Analytic geometry is a powerful tool that allows us to study mathematical objects using algebraic techniques. In this article, I’ll be exploring the concept of x-intercepts in quadratic functions and how we can determine which point on a graph represents an x-intercept. Specifically, we’ll be examining the quadratic function f(x) = (x – 4)(x + 2) and identifying its x-intercept.

To find the x-intercept of a quadratic function, we need to determine the values of x for which the function equals zero. In other words, we’re looking for the points where the graph intersects the x-axis. By setting f(x) equal to zero and solving for x, we can identify these points.

In the case of f(x) = (x – 4)(x + 2), our goal is to find out if there are any solutions where f(x) equals zero. If there are any such solutions, those points will represent the x-intercepts of our quadratic function. By applying algebraic techniques and evaluating different possibilities, we can pinpoint these critical points on the graph.

Which Point is an X-Intercept of the Quadratic Function f(x) = (x – 4)(x + 2)?

What is Analytic Geometry?

Analytic geometry is a branch of mathematics that combines algebraic techniques with geometric concepts to study and analyze mathematical objects in a coordinate system. It provides a powerful framework for understanding the relationships between algebraic equations and geometric shapes.

In analytic geometry, points are represented by ordered pairs or triples, lines are described using linear equations, and curves can be defined using higher-degree polynomial equations. By assigning coordinates to these mathematical objects, we can investigate their properties and interactions in a systematic manner.
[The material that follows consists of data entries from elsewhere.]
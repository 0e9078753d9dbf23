"""The documentation runs: snippets, shown commands, shipped goals, in-repository references.

Every ```python block of docs/*.md and README.md is executed (a ```python slow block only
with CHIROPT_DOCS_SLOW=1); every indented `chiropt goal`/`chiropt evaluate ... --json` command
shown in the docs runs and exits 0; every goal in configs/ runs end to end with a tiny budget;
docs/cli.md lists every command and option; no tracked file cites a document outside the
repository or a tracker issue number; every ``*.md`` named anywhere is a file of the
repository and every ``docs/X.md §N`` cited anywhere exists as a heading.
"""

from __future__ import annotations

import copy
import json
import os
import re
import shlex
import shutil
import subprocess
import sys
from pathlib import Path

import pytest

ROOT = Path(__file__).resolve().parents[1]
PAGES = sorted((ROOT / "docs").glob("*.md")) + [ROOT / "README.md"]
FENCE = re.compile(r"^```python( slow)?\n(.*?)^```", re.S | re.M)


def _snippets():
    for page in PAGES:
        for i, m in enumerate(FENCE.finditer(page.read_text())):
            yield pytest.param(m.group(2), bool(m.group(1)), id=f"{page.name}-{i}")


@pytest.mark.parametrize("code,slow", list(_snippets()))
def test_python_snippet_runs(code, slow, monkeypatch):
    # common practice, no source: a documented snippet must run as shown
    if slow and not os.environ.get("CHIROPT_DOCS_SLOW"):
        pytest.skip("slow snippet; set CHIROPT_DOCS_SLOW=1")
    monkeypatch.chdir(ROOT)
    exec(compile(code, "<docs snippet>", "exec"), {"__name__": "__docs__"})


def _commands():
    seen = set()
    for page in PAGES:
        for line in page.read_text().splitlines():
            if not line.startswith("    chiropt "):  # indented command blocks
                continue
            s = line.strip()
            argv = shlex.split(s)
            cheap = argv[1] == "goal" or (argv[1] == "evaluate" and "--json" in argv)
            if cheap and s not in seen:
                seen.add(s)
                yield pytest.param(argv[1:], id=s[:60])


@pytest.mark.parametrize("argv", list(_commands()))
def test_shown_command_exits_zero(argv):
    # common practice, no source: the commands the docs show succeed
    env = dict(os.environ, PYTHONPATH=str(ROOT))
    res = subprocess.run([sys.executable, "-m", "chiropt.cli", *argv], cwd=ROOT, env=env,
                         capture_output=True, text=True, timeout=600)
    assert res.returncode == 0, res.stderr


def test_docs_show_the_cheap_commands():
    # the brief: at least goal --explain, goal --check of shipped goals, evaluate --json
    shown = [" ".join(p.values[0]) for p in _commands()]
    assert "goal --explain" in shown
    assert any(s.startswith("goal --check configs/") for s in shown)
    assert any(s.startswith("evaluate configs/") and "--json" in s for s in shown)


def _tracked():
    out = subprocess.run(["git", "ls-files"], cwd=ROOT, capture_output=True, text=True)
    names = out.stdout.split() if out.returncode == 0 else []
    if not names:  # not a git checkout: scan the source folders
        names = [str(p.relative_to(ROOT)) for d in ("chiropt", "tests", "benchmarks", "docs",
                                                     "configs") for p in (ROOT / d).rglob("*")]
        names += ["README.md", "DEVELOPERS.md", "pyproject.toml"]
    return [n for n in names if n.endswith((".py", ".md", ".yaml", ".toml", ".txt"))
            and (ROOT / n).is_file()]


OUTSIDE = re.compile(r"PHYSICS\.md|FORMULAS\.md|CONTRACT\.md|ARCHITECTURE\.md|STYLE\.md"
                     r"|(?<![\w-])shared/|\b[Ii]ssues? ?[0-9]|\b[Ii]ssue:|(?<![\w&])#[0-9]{1,4}\b")


def test_no_reference_outside_the_repository():
    # common practice, no source: the repository carries its own references
    me = Path(__file__).name
    bad = [f"{n}:{i}: {line.strip()}" for n in _tracked() if not n.endswith(me)
           for i, line in enumerate((ROOT / n).read_text(errors="replace").splitlines(), 1)
           if OUTSIDE.search(line)]
    assert not bad, "\n".join(bad)


def test_the_scans_cover_code_tests_benchmarks_docs_and_readme():
    # the reference scans below read every tracked source and documentation file
    names = _tracked()
    for folder in ("chiropt/", "tests/", "benchmarks/", "docs/", "configs/"):
        assert any(n.startswith(folder) and n.endswith((".py", ".md", ".yaml"))
                   for n in names), folder
    assert {"README.md", "DEVELOPERS.md", "pyproject.toml"} <= set(names)


def test_cited_markdown_files_exist():
    # every *.md named in code, tests and docs (with its folders, if given) is a file of the
    # repository, from its root or from docs/
    md = re.compile(r"(?<![\w./-])((?:[\w.-]+/)*[\w.-]+\.md)\b")
    names = {(n, m) for n in _tracked() if not n.endswith(Path(__file__).name)
             for m in md.findall((ROOT / n).read_text())}
    missing = sorted(f"{n}: {m}" for n, m in names
                     if not ((ROOT / m).is_file() or (ROOT / "docs" / m).is_file()))
    assert not missing, missing


def test_cited_repository_files_exist():
    # every chiropt/, tests/, benchmarks/, configs/ or docs/ file named anywhere exists
    path = re.compile(r"(?<![\w./-])((?:chiropt|tests|benchmarks|configs|docs)/[\w./-]*\w"
                      r"\.(?:py|yaml|md|csv))\b")
    me = Path(__file__).name
    missing = sorted(f"{n}: {m}" for n in _tracked() if not n.endswith(me)
                     for m in path.findall((ROOT / n).read_text()) if not (ROOT / m).is_file())
    assert not missing, missing


def _headings(page: Path) -> set[int]:
    return {int(n) for n in re.findall(r"^#+ §(\d+)\b", page.read_text(), re.M)}


def test_cited_sections_exist():
    # every "docs/X.md §N, §M" cited in a tracked file is a heading of that page
    cite = re.compile(r"docs/([\w-]+\.md) (§\d+(?:(?:, |-)§\d+)*)")
    bad = []
    for n in _tracked():
        for page, secs in cite.findall((ROOT / n).read_text()):
            have = _headings(ROOT / "docs" / page) if (ROOT / "docs" / page).is_file() else set()
            bad += [f"{n}: docs/{page} §{s}" for s in re.findall(r"§(\d+)", secs)
                    if int(s) not in have]
    assert not bad, bad


def test_every_page_is_linked_from_the_indexes():
    # common practice, no source: docs/README.md lists every page, README.md the safety page
    index = (ROOT / "docs" / "README.md").read_text()
    pages = [p.name for p in (ROOT / "docs").glob("*.md") if p.name != "README.md"]
    assert [n for n in pages if f"]({n})" not in index] == []
    readme = (ROOT / "README.md").read_text()
    assert "](docs/README.md)" in readme and "](docs/safety.md)" in readme


def test_goal_reference_keys_are_documented():
    # every top-level key of `chiropt goal --explain` appears in docs/goals.md
    from chiropt.goals.schema import EXPLAIN

    keys = set(re.findall(r"^``(\w+)``", EXPLAIN, re.M))
    assert {"design", "variables", "objectives"} <= keys
    text = (ROOT / "docs" / "goals.md").read_text()
    assert [k for k in keys if f"`{k}`" not in text] == []



# --- every shipped goal runs end to end with a tiny budget --------------------------------

GOALS = sorted(p for p in (ROOT / "configs").glob("*.yaml")
               if {"variables:", "objectives:"} <= set(p.read_text().split()))
TINY_EXPLORE = {"samples": 3, "wavelength_points": 3, "keep": 1}


def _tiny(data: dict, materials: int = 1) -> dict:
    """The goal with its first material(s) only, one short search, a tiny exploration, two
    robust samples over two cone directions and two band points, no confirmation stage."""
    data = copy.deepcopy(dict(data))
    if isinstance(data.get("materials"), list):
        data["materials"] = data["materials"][:materials]
    search = {k: v for k, v in (data.get("search") or {}).items() if k != "confirm"}
    if len(data["objectives"]) > 1:
        front = dict(search.get("front") or {})
        search["front"] = {**front, "points": 3 if front.get("method") == "weighted-sum" else 2}
    search.update(starts=1, max_evals_per_start=2,
                  explore={**(search.get("explore") or {}), **TINY_EXPLORE})
    data["search"] = search
    data["budget"] = {"evaluations": 40}
    for item in [*data.get("objectives", []), *data.get("constraints", [])]:
        if isinstance(item, dict) and isinstance(item.get("robust"), dict):
            item["robust"].update(samples=2, polar_points=1, azimuth_points=2, band_points=2)
    return data


@pytest.fixture(scope="module")
def goal_runs(tmp_path_factory):
    """Runs a shipped goal once, tiny, into a folder laid out like the repository's:
    ``configs/`` (paths in a goal are relative to its file) beside ``runs/``."""
    from chiropt.export import read_front_csv
    from chiropt.goals.schema import goal_from_dict
    from chiropt.run import run_goal
    from chiropt.yamlio import load_yaml

    tmp = tmp_path_factory.mktemp("goals")
    shutil.copytree(ROOT / "configs", tmp / "configs")
    done: dict[str, tuple] = {}

    def run(path: Path):
        if path.name not in done:
            # the quickstart keeps both materials: the docs show commands on both folders
            data = _tiny(load_yaml(path), materials=2 if path.name == "quickstart.yaml" else 1)
            goals = goal_from_dict(data, base_dir=tmp / "configs", default_name=path.stem)
            summaries = [run_goal(g, out=tmp / "runs", workers=0, progress=False)
                         for g in goals]
            done[path.name] = [(s, read_front_csv(s.run_dir / "front.csv")[1])
                               for s in summaries]
        return done[path.name]
    run.root = tmp
    return run


@pytest.mark.parametrize("path", GOALS, ids=[p.name for p in GOALS])
def test_shipped_goal_runs_with_a_tiny_budget(path, goal_runs):
    # common practice, no source: every example goal the repository ships runs end to end
    if "starts_from:" in path.read_text():  # a second stage: run the goals before it first
        for before in GOALS:
            if before != path and "starts_from:" not in before.read_text():
                goal_runs(before)
    for summary, rows in goal_runs(path):
        assert summary.status == "complete", summary.status
        assert len(rows) >= 1
        assert (summary.run_dir / "summary.json").is_file() and summary.candidates


# the other commands the docs show, in an order where each finds what it reads: on a copy
# of configs/ beside the tiny quickstart runs/ (Monte Carlo samples cut to 4 and candidates
# to 2 to stay fast)
KIND_ORDER = ("evaluate", "inspect", "robustness", "export", "report", "compare")


def _heavy_commands():
    seen = set()
    for page in PAGES:
        for line in page.read_text().splitlines():
            s = line.strip()
            argv = shlex.split(s) if line.startswith("    chiropt ") else []
            if (argv and argv[1] in KIND_ORDER and "--json" not in argv and s not in seen):
                seen.add(s)
                yield argv[1:]


# a Fourier solve at 97 and again at 197 harmonics: about a minute on 2 cores
SLOW_COMMANDS = {"evaluate configs/silicon-disks-design.yaml --validity"}
SLOW = pytest.mark.skipif(not os.environ.get("CHIROPT_DOCS_SLOW"),
                          reason="slow command; set CHIROPT_DOCS_SLOW=1")
HEAVY = [pytest.param(a, id=" ".join(a)[:60],
                      marks=[SLOW] if " ".join(a) in SLOW_COMMANDS else [])
         for a in sorted(_heavy_commands(), key=lambda a: KIND_ORDER.index(a[0]))]


@pytest.mark.parametrize("argv", HEAVY)
def test_shown_commands_on_runs_exit_zero(argv, goal_runs):
    # common practice, no source: the commands the docs show succeed as shown
    goal_runs(ROOT / "configs" / "quickstart.yaml")
    cut = {"--samples": "4", "--top": "2"}
    argv = [cut.get(argv[i - 1], a) if i else a for i, a in enumerate(argv)]
    env = dict(os.environ, PYTHONPATH=str(ROOT))
    res = subprocess.run([sys.executable, "-m", "chiropt.cli", *argv], cwd=goal_runs.root,
                         env=env, capture_output=True, text=True, timeout=600)
    assert res.returncode == 0, res.stderr


def test_every_command_and_option_is_in_the_cli_page():
    # common practice, no source: docs/cli.md §11 lists every command with all its options
    import argparse

    from chiropt.cli import build_parser

    text = (ROOT / "docs" / "cli.md").read_text()
    section = text[text.index("## §11"):]
    bullets = {m.group(1): m.group(0) for m in
               re.finditer(r"^- `chiropt (\w+).*?(?=^- |\Z)", section, re.S | re.M)}
    (sub,) = [a for a in build_parser()._actions if isinstance(a, argparse._SubParsersAction)]
    missing = [name for name in sub.choices if name not in bullets]
    missing += [f"{name} {opt}" for name, sp in sub.choices.items() if name in bullets
                for b in sp._actions for opt in b.option_strings
                if opt.startswith("--") and opt != "--help" and f"`{opt}" not in bullets[name]]
    assert not missing, missing


def test_every_key_evaluate_json_prints_is_defined(tmp_path):
    # common practice, no source: each name `chiropt evaluate --json` prints is explained on
    # the command-line page (docs/cli.md §2-§3, pointing on to docs/theory.md §11-§18)
    design = tmp_path / "d.yaml"
    text = (ROOT / "configs" / "near-field-design.yaml").read_text()
    design.write_text(re.sub(r"wavelength_nm: \{[^}]*\}", "wavelength_nm: [650, 700]", text))
    env = dict(os.environ, PYTHONPATH=str(ROOT))
    res = subprocess.run([sys.executable, "-m", "chiropt.cli", "evaluate", str(design),
                          "--json", "--at-nm", "700"], cwd=ROOT, env=env,
                         capture_output=True, text=True, timeout=600)
    assert res.returncode == 0, res.stderr
    out = json.loads(res.stdout)
    keys = set(out) | set(out["metrics"]) | set(out["orders"][0])
    page = (ROOT / "docs" / "cli.md").read_text()
    missing = [k for k in sorted(keys)
               if not any(n in page for n in (f"`{k}`", f"`metrics.{k}`", f'`"{k}"`'))]
    assert len(keys) > 20 and missing == []


def test_goal_fragments_shown_are_those_of_the_shipped_goals():
    # common practice, no source: the YAML shown in docs/goals.md §2 is copied from configs/
    shipped = {ln.strip() for g in GOALS for ln in g.read_text().splitlines()}
    lines = [ln.strip() for ln in (ROOT / "docs" / "goals.md").read_text().splitlines()
             if ln.startswith("      ") and ln.strip().startswith(("- {", "lattice.", "front:"))]
    assert len(lines) >= 8 and [ln for ln in lines if ln not in shipped] == []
Understanding Quadratic Functions

A quadratic function is a type of polynomial function of degree 2. It has the general form f(x) = ax² + bx + c, where “a,” “b”, and “c” are constants. Quadratic functions often describe parabolic curves when graphed on a coordinate plane.

The coefficient “a” determines whether the parabola opens upwards or downwards. If “a” is positive, the parabola opens upwards; if “a” is negative, it opens downwards. The vertex of the parabola represents the minimum or maximum point of the function depending on its concavity.

Quadratic functions occur frequently in various fields, such as physics, engineering, economics, and computer science. They provide valuable insights into real-world phenomena by modeling relationships between variables that exhibit quadratic behavior.

Understanding Quadratic Functions

Defining Quadratic Functions

Quadratic functions are a fundamental concept in algebra and mathematics. They are a type of polynomial function that follows a specific form: f(x) = ax^2 + bx + c, where ‘a, ‘b’, and ‘c’ are constants. The highest power of x in this equation is 2, which gives quadratic functions their distinct shape.

These functions are widely used to model real-world phenomena such as projectile motion, parabolic arcs, and the behavior of objects under the influence of gravity. By understanding quadratic functions, we gain valuable insights into various scientific disciplines like physics, engineering, economics, and computer science.

Exploring the Equation f(x) = (x – 4)(x + 2)

Let’s delve into the equation f(x) = (x – 4)(x + 2) as an example to understand how quadratic functions work. This particular equation represents a quadratic function with two factors: (x – 4) and (x + 2). To find its x-intercepts or zeros (the points where the graph intersects the x-axis), we set f(x) equal to zero:

By analyzing this equation further, we can determine other important characteristics such as the vertex (the highest or lowest point on the parabola), the axis of symmetry (the vertical line passing through the vertex), and whether it opens upwards or downwards.

In conclusion, by analyzing the quadratic function f(x) = (x – 4)(x + 2), we have identified that it has two x-intercepts at x = 4 and x = -2. This understanding allows us to visualize the behavior of the function on a graph and make further interpretations about its properties.